#include "survey/section.hpp"

#include <doctest/doctest.h>

#include <algorithm>
#include <cmath>

#include "setting.hpp"
#include "wave/fourier.hpp"

using namespace gg;

namespace {

/// Two metal bars in soil of relative permittivity 9, quick to compute.
Plan bars(double gap) {
    Plan plan = one_layer(1e8, 0.3, 0.02, 900e6);
    plan.ground = {own_layer(9.0, 0.001, 100.0)};
    plan.target.filling = Filling::metal;
    plan.target.gap = gap;
    plan.antenna.separation = 0.08;
    plan.pass.step = 0.01;
    plan.pass.window = 16e-9;
    plan.pass.samples = 256;
    return plan;
}

}  // namespace

TEST_CASE("the section is sampled as the pass is keyed in, evenly about the targets, and holds their hyperbolas") {
    const Plan plan = three_layers();
    for (const Detail detail : {Detail::full, Detail::exact}) {
        const Scene scene = scene_for(plan, detail);
        const Sampling& s = scene.sampling;
        CHECK(s.step == doctest::Approx(plan.pass.step));
        CHECK(s.window / s.samples == doctest::Approx(plan.pass.window / plan.pass.samples).epsilon(1e-12));
        CHECK(s.first == doctest::Approx(-0.5 * (s.traces - 1) * s.step));
        CHECK(-s.first >= 0.5 * plan.target.gap + plan.target.depth.likely);
        CHECK(s.samples <= plan.pass.samples);
        CHECK(fault_of(scene).empty());
    }
    CHECK(scene_for(plan, Detail::exact).sampling.samples == plan.pass.samples);
    // The full one ends only after the farthest flank is in.
    const Scene full = scene_for(plan);
    const double flank = arrivals_at(plan, {0.5 * plan.target.gap - full.sampling.first}).front();
    CHECK(full.sampling.window >= std::min(plan.pass.window, flank));
    CHECK(scene_for(plan, Detail::coarse).sampling.traces < full.sampling.traces);
    CHECK(scene_for(plan, Detail::coarse).sampling.traces > 20);
}

TEST_CASE("a window that ends early, and a step too coarse, stay so") {
    Plan plan = bars(0.2);
    plan.pass.window = 3e-9;
    plan.pass.step = 0.1;
    const Scene scene = scene_for(plan);
    CHECK(scene.sampling.window == doctest::Approx(3e-9));
    CHECK(scene.sampling.samples == 256);
    CHECK(scene.sampling.step == doctest::Approx(0.1));
}

TEST_CASE("a step much finer than the wave asks for is thinned, never past a quarter of the shortest wave") {
    Plan plan = bars(0.2);
    plan.pass.step = 0.0005;
    const Scene full = scene_for(plan), exact = scene_for(plan, Detail::exact);
    CHECK(exact.sampling.step == doctest::Approx(0.0005));
    CHECK(exact.sampling.traces > 1000);
    CHECK(full.sampling.traces <= 512);
    CHECK(full.sampling.step <= 0.25 * 1e8 / band_of(full.pulse).high);
    CHECK(full.sampling.first == doctest::Approx(exact.sampling.first).epsilon(0.02));
    // Where a wide line would take more traces than are drawn, it is the line that is cut.
    plan.pass.step = 0.01;
    plan.target.gap = 8.0;
    const Scene wide = scene_for(plan);
    CHECK(wide.sampling.traces <= 512);
    CHECK(wide.sampling.step <= 0.25 * 1e8 / band_of(wide.pulse).high);
}

TEST_CASE("targets stand side by side at the gap, at most six, two neighbours in the middle first") {
    Plan plan = bars(0.2);
    for (const int count : {1, 2, 3, 4, 6, 12}) {
        plan.target.count = count;
        const Scene scene = scene_for(plan);
        CHECK(scene.targets.size() == static_cast<std::size_t>(std::min(count, 6)));
        double sum = 0.0;
        for (const RoundTarget& t : scene.targets) {
            sum += t.x;
            CHECK(t.depth - t.radius == doctest::Approx(plan.target.depth.likely));
            CHECK(t.radius == doctest::Approx(0.5 * plan.target.size));
        }
        CHECK(std::abs(sum) < 1e-12);
        if (count < 2) continue;
        CHECK(scene.targets[1].x - scene.targets[0].x == doctest::Approx(0.2));
        CHECK(std::abs(scene.targets[0].x + scene.targets[1].x) <= 0.2 + 1e-9);
    }
    CHECK(as_pair(bars(0.2)).target.count == 2);
    plan.target.count = 1;
    CHECK(as_pair(plan).target.count == 2);
}

TEST_CASE("a plastic pipe has a wall of a twentieth of its diameter, other targets none") {
    Plan plan = bars(0.2);
    CHECK_FALSE(scene_for(plan).targets[0].wall.has_value());
    CHECK(scene_for(plan).targets[0].inside.model == Model::metal);
    plan.target.filling = Filling::plastic_water;
    const auto wall = scene_for(plan).targets[0].wall;
    REQUIRE(wall.has_value());
    CHECK(wall->thickness == doctest::Approx(0.001));
    CHECK(permittivity(wall->material, 900e6).value.real() == doctest::Approx(2.3));
    plan.target.filling = Filling::air;
    CHECK_FALSE(scene_for(plan).targets[0].wall.has_value());
}

TEST_CASE("what cannot be computed is refused with a sentence, and what is like it is not") {
    Plan plan = bars(0.2);
    CHECK(section_fault(plan).empty());
    CHECK(section_for(plan, Detail::coarse).ok());
    plan.target.shape = TargetShape::flat;
    CHECK(section_fault(plan).find("round") != std::string::npos);
    const Section refused = section_for(plan);
    CHECK_FALSE(refused.ok());
    CHECK(refused.targets.empty());
    CHECK(refused.reason == section_fault(plan));
    plan.target.shape = TargetShape::compact;
    CHECK(section_fault(plan).empty());
    plan.target.gap = 0.015;
    CHECK(section_fault(plan).find("overlap") != std::string::npos);
    plan = bars(0.2);
    plan.ground = {own_layer(9.0, 0.001, 0.31), own_layer(4.0, 0.0, 1.0)};
    CHECK(section_fault(plan).find("straddles") != std::string::npos);
    CHECK(turning_for(plan).words.empty());
    CHECK(separation_for(plan).least_raw.issue == Issue::out_of_range);
}

TEST_CASE("plans at the edge of sense and beyond it give finite numbers or a sentence") {
    const double nan = std::nan("");
    for (auto change : {+[](Plan&p, double) { p.ground.clear(); },
                        +[](Plan&p, double x) { p.target.depth = exactly(x), p.target.size = x; },
                        +[](Plan&p, double x) { p.pass.step = x, p.pass.window = x; },
                        +[](Plan&p, double x) { p.antenna.pulse.centre_frequency = x; },
                        +[](Plan&p, double) { p.pass.samples = 65536; }, +[](Plan&p, double) { p.pass.step = 50.0; },
                        +[](Plan&p, double) { p.target.size = 30.0; }}) {
        for (const double x : {nan, 0.0, -1.0, HUGE_VAL}) {
            Plan plan = bars(0.2);
            change(plan, x);
            const Scene scene = scene_for(plan, Detail::coarse);
            CHECK(std::isfinite(scene.sampling.first + scene.sampling.step + scene.sampling.window));
            const std::vector<double> gain = even_gain(scene);
            CHECK(std::all_of(gain.begin(), gain.end(), [](double g) { return std::isfinite(g); }));
            const Turning turning = turning_for(plan);
            CHECK(std::isfinite(turning.along_db));
            CHECK(turning.words.empty() == !section_fault(plan).empty());
        }
    }
}

TEST_CASE("the section's echoes stand where the travel times say") {
    for (const Polarisation polarisation : {Polarisation::along, Polarisation::across}) {
        Plan plan = bars(0.2);
        plan.target.count = 1;
        const Scene scene = scene_for(plan, Detail::full, polarisation);
        const Section section = section_of(scene);
        REQUIRE(section.ok());
        for (const double x : {0.0, 0.1, 0.25}) {
            const int trace = static_cast<int>(std::lround((x - section.first) / section.step));
            const auto from = section.targets.begin() + static_cast<std::ptrdiff_t>(trace) * section.samples;
            const std::vector<double> e = envelope(std::vector<double>(from, from + section.samples));
            const double peak =
                section.start + section.dt * static_cast<double>(std::max_element(e.begin(), e.end()) - e.begin());
            // A tenth of a period: in two dimensions the pulse is carried on by half an integration.
            CHECK(std::abs(peak - arrivals_at(plan, {x}).front()) < 0.2e-9);
        }
    }
}

TEST_CASE("even gain gives back what the ground takes and the spreading, and is one at the target") {
    Plan plan = bars(0.2);
    plan.ground = {own_layer(9.0, 0.02, 100.0)};
    const Scene scene = scene_for(plan);
    const std::vector<double> gain = even_gain(scene);
    REQUIRE(gain.size() == static_cast<std::size_t>(scene.sampling.samples));
    const PlaneWave wave = plane_wave(scene.ground.slabs[0].material, 900e6);
    const double dt = scene.sampling.window / scene.sampling.samples;
    const auto at_depth = [&](double depth) {
        return gain[static_cast<std::size_t>(std::lround(2.0 * depth / wave.speed / dt))];
    };
    CHECK(at_depth(0.3) == doctest::Approx(1.0).epsilon(0.02));
    CHECK(at_depth(0.6) == doctest::Approx(2.0 * std::exp(2.0 * wave.attenuation * 0.3)).epsilon(0.03));
    CHECK(std::is_sorted(gain.begin(), gain.end()));
    plan.ground = {own_layer(9.0, 5.0, 100.0)};
    const std::vector<double> held = even_gain(scene_for(plan));
    CHECK(held.back() / held.front() == doctest::Approx(1e4).epsilon(1e-6));
}

// The limit of a thin cylinder, from the leading terms of its series (textbook: Balanis 1989 ch. 11, title from
// memory): along (n - 1) of the monopole, across 2 (n - 1) / (n + 1) of the dipole, n the ratio of permittivities.
TEST_CASE("a thin void answers the field across it more, by (n + 1) / 2") {
    Plan plan = bars(0.2);
    plan.ground = {own_layer(9.0, 0.0, 100.0)};
    plan.target.filling = Filling::air;
    plan.target.size = 0.001;
    const Turning turning = turning_for(plan);
    CHECK(turning.along_db == doctest::Approx(20.0 * std::log10(0.5 * (1.0 + 1.0 / 9.0))).epsilon(0.01));
    CHECK(turning.better == Polarisation::across);
    CHECK(turning.words.find("across the void") != std::string::npos);
}

TEST_CASE("a thin bar answers the field along it, a wide one either way, and a compact target has no along") {
    Plan plan = bars(0.2);
    plan.target.size = 0.004;
    CHECK(turning_for(plan).along_db > 10.0);
    CHECK(turning_for(plan).words.find("along the bar") != std::string::npos);
    plan.target.size = 2.0;
    plan.target.gap = 3.0;
    CHECK(std::abs(turning_for(plan).along_db) < 1.0);
    CHECK(turning_for(plan).words.find("both") != std::string::npos);
    plan.target.shape = TargetShape::compact;
    CHECK(turning_for(plan).words.find("no long side") != std::string::npos);
}

TEST_CASE("two are told apart at gaps above the measured least one and not below it") {
    const Separation far = separation_for(bars(0.6));
    REQUIRE(far.least_raw.ok());
    REQUIRE(far.least_focused.ok());
    CHECK(far.raw.apart());
    CHECK(far.focused.apart());
    CHECK(far.least_focused.value <= far.least_raw.value);  // that is what focusing is for
    CHECK(separation_for(bars(1.1 * far.least_raw.value)).raw.apart());
    CHECK_FALSE(separation_for(bars(0.8 * far.least_raw.value)).raw.apart());
}

TEST_CASE("a range is what the same search finds at the ends of the ground and the depth") {
    Plan plan = bars(0.2);
    plan.ground = {own_layer(9.0, 0.005, 100.0)};
    plan.ground[0].matter.inputs[Input::permittivity] = {6.0, 9.0, 14.0};
    plan.target.depth = {0.25, 0.3, 0.4};
    plan.target.filling = Filling::plastic_air;
    Separation found;
    add_ranges(found, plan);
    CHECK(found.known == Separation::Known::all);
    const auto least = [&](double permittivity, double depth, Reading reading) {
        Plan other = plan;
        other.ground = {own_layer(permittivity, 0.005, 100.0)};
        other.target.depth = exactly(depth);
        return smallest_gap(scene_for(other), reading).value;
    };
    for (const Reading reading : {Reading::raw, Reading::focused}) {
        const Spread& spread = reading == Reading::raw ? found.range_raw : found.range_focused;
        REQUIRE(spread.likely.ok());
        CHECK(spread.likely.value == doctest::Approx(least(9.0, 0.3, reading)).epsilon(0.001));
        CHECK(spread.low <= least(14.0, 0.25, reading) * 1.001);
        CHECK(spread.high >= least(6.0, 0.4, reading) * 0.999);  // faster and deeper: farther apart
        CHECK(spread.high > spread.low);
    }
    REQUIRE(found.above.likely.ok());
    CHECK(found.above.likely == smallest_drop(scene_for(plan)));
    CHECK(found.through.likely == smallest_diameter(scene_for(plan)));
    CHECK(found.above.high >= found.above.likely.value);
}

TEST_CASE("a longer record, and larger or more targets, take more effort") {
    const Plan plan = bars(0.2);
    const double effort = section_effort(scene_for(plan));
    Plan other = plan;
    other.target.depth = exactly(3.0);
    other.pass.window = 160e-9;
    CHECK(section_effort(scene_for(other)) > 10.0 * effort);
    other = plan;
    other.target.count = 6;
    other.target.gap = 3.0;
    other.target.size = 2.0;
    CHECK(section_effort(scene_for(other)) > 10.0 * effort);
}

TEST_CASE("the coarse section is the full one to a percent, where both have a trace and a sample") {
    Plan plan = three_layers();
    plan.pass.step = 0.01;
    const Section full = section_for(plan), coarse = section_for(plan, Detail::coarse);
    REQUIRE((full.ok() && coarse.ok()));
    CHECK(coarse.samples < full.samples);
    CHECK(coarse.dt == doctest::Approx(full.dt));
    double strongest = 0.0, worst = 0.0;
    int compared = 0;
    for (int i = 0; i < coarse.traces; ++i) {
        const double place = (coarse.first + i * coarse.step - full.first) / full.step;
        const int trace = static_cast<int>(std::lround(place));
        if (std::abs(place - trace) > 1e-6) continue;
        ++compared;
        for (int k = 0; k < coarse.samples; ++k) {
            strongest = std::max(strongest, std::abs(full.at(trace, k)));
            worst = std::max(worst, std::abs(full.at(trace, k) - coarse.at(i, k)));
        }
    }
    CHECK(compared == coarse.traces);
    CHECK(worst < 0.01 * strongest);
}

TEST_CASE("what was measured takes the place of what travel times tell, which stays beside it") {
    const Plan plan = bars(0.2);
    const Answers quick = answers_for(plan), full = settled_answers_for(plan);
    const Answer &before = *quick.find("apart.sideways"), &after = *full.find("apart.sideways");
    REQUIRE(full.find("apart.focused"));
    CHECK(full.list.size() == quick.list.size() + 2);  // focused, and one above the other; a bar has no inside
    const Separation measured = separation_for(plan);
    CHECK(after.likely == measured.least_raw);
    CHECK(full.find("apart.focused")->likely == measured.least_focused);
    CHECK(after.rules.back().value == before.likely.value);
    CHECK(after.low <= after.likely.value);
    CHECK(after.high >= after.likely.value);
    CHECK(full.pair.verdict != PairPicture::Verdict::one);  // 0.2 m at 0.3 m depth part at least once focused

    Answers twice = full;
    settle(twice, plan, measured);
    CHECK(twice.list.size() == full.list.size());

    // In two steps, as a screen does it: at first with the range of the travel times.
    Answers stepwise = quick;
    settle(stepwise, plan, measured);
    const Answer first = *stepwise.find("apart.sideways");
    CHECK(first.low / first.likely.value == doctest::Approx(before.low / before.likely.value));
    CHECK_FALSE(stepwise.find("apart.above"));
    Separation ranged = measured;
    add_ranges(ranged, plan);
    settle(stepwise, plan, ranged);
    CHECK(stepwise.list.size() == full.list.size());
    for (std::size_t i = 0; i < full.list.size(); ++i) {
        CHECK(stepwise.list[i].key == full.list[i].key);
        CHECK(stepwise.list[i].why == full.list[i].why);
        CHECK(stepwise.list[i].formula == full.list[i].formula);
        CHECK(stepwise.list[i].high == full.list[i].high);
    }

    Plan flat = plan;
    flat.target.shape = TargetShape::flat;
    CHECK_FALSE(settled_answers_for(flat).find("apart.focused"));
}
##############################
### TASK INSTRUCTIONS
Every line in the data above that includes the word "stepwise" should be copied.

### REPLY
    Answers stepwise = quick;
    settle(stepwise, plan, measured);
    const Answer first = *stepwise.find("apart.sideways");
    CHECK_FALSE(stepwise.find("apart.above"));
    settle(stepwise, plan, ranged);
    CHECK(stepwise.list.size() == full.list.size());
        CHECK(stepwise.list[i].key == full.list[i].key);
        CHECK(stepwise.list[i].why == full.list[i].why);
        CHECK(stepwise.list[i].formula == full.list[i].formula);
        CHECK(stepwise.list[i].high == full.list[i].high);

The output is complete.